筆趣閣 > 陰陽仙師 >第一百八十一章 約鬥挑戰
    古曼童是東南亞特有的一種祈福術。

    功效與東北的家仙類似,都是護佑家運昌盛,人順事成。

    但兩者又有區別。

    家仙養的是山野活物成的精。

    古曼童卻是人偶娃娃成的靈。

    高僧法事加持過的靈物存在靈性,這叫開光

    古物沾染久了人氣會有靈性,比如舊事大戶人家門口的石獅子要用鐵釘墜座,就怕石獅子有靈性自己跑了。

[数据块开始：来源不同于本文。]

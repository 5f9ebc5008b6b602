package org.crossreach.evidence;

import java.util.List;
import org.crossreach.agreement.Result;
import org.crossreach.profile.ExponentFit;

/**
 * Every combination of laws and exponent rule for one measurement, and the evidence.
 *
 * @param chosen the result by the chosen settings
 * @param combinations what each combination makes of it
 * @param exponent the exponent fitted to all used passes
 * @param columns number of columns with hidden cells in the used passes
 * @param top evidence near the surface, of all used passes
 * @param bottom evidence near the bed, of all used passes
 * @param passes what each pass alone says
 * @param verdict what to do
 */
public record Comparison(
    Result chosen,
    List<CombinationResult> combinations,
    ExponentFit exponent,
    int columns,
    ZoneEvidence top,
    ZoneEvidence bottom,
    List<PassEvidence> passes,
    Verdict verdict) {

  /**
   * What cannot be told apart counts as one when the discharges differ by no more than this (%).
   */
  static final double SAME_PCT = 0.5;

  /** With fewer columns that can hide cells nothing is said. */
  static final int FEWEST_COLUMNS = 30;

  public Comparison {
    combinations = List.copyOf(combinations);
    passes = List.copyOf(passes);
  }

  /** The combination that the settings have chosen. */
  public Combination chosenCombination() {
    return Combination.of(chosen.reduction().settings());
  }

  /** What a combination makes of the measurement. */
  public CombinationResult of(Combination combination) {
    return combinations.stream()
        .filter(each -> each.combination().equals(combination))
        .findFirst()
        .orElseThrow();
  }

  /** The evidence on the law of a combination near the surface. */
  public CandidateEvidence evidenceAtTop(Combination combination) {
    return top.on(combination.atTop());
  }

  /** The evidence on the law of a combination near the bed. */
  public CandidateEvidence evidenceAtBottom(Combination combination) {
    return bottom.on(combination.atBottom());
  }
}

    用特殊材料製作的東西也會有靈性,比如人的骨灰、墳頭土、最繁華街市裏陽穴陰位上的浮土。

    人形的古物尤其容易養出靈性。

    我的聖珠嘎巴拉,佔了開光和人骨兩條。

    古曼童卻是四條都佔全了,爲的就是要快速的把人偶娃娃養出靈性,讓它能夠助力奉養人成就大氣運。

    商界和娛樂圈的人尤其熱衷於奉養古曼童,很早以前就已經被人做成了完整的產業鏈。

    而奉養的方法也是千奇百怪。

    有日夜隨身的,有抓來活物供奉血食的,有封進先祖骨灰罈子裏的……

    凡此種種,奉養人的目標都只有一個。

    讓自家的古曼童靈性更強。

    古曼童越強,奉養人的氣運就越旺。

    這種不顧後果、急功近利的做法,在講究中正平和、順勢而爲的華國文化基調中被視爲邪術。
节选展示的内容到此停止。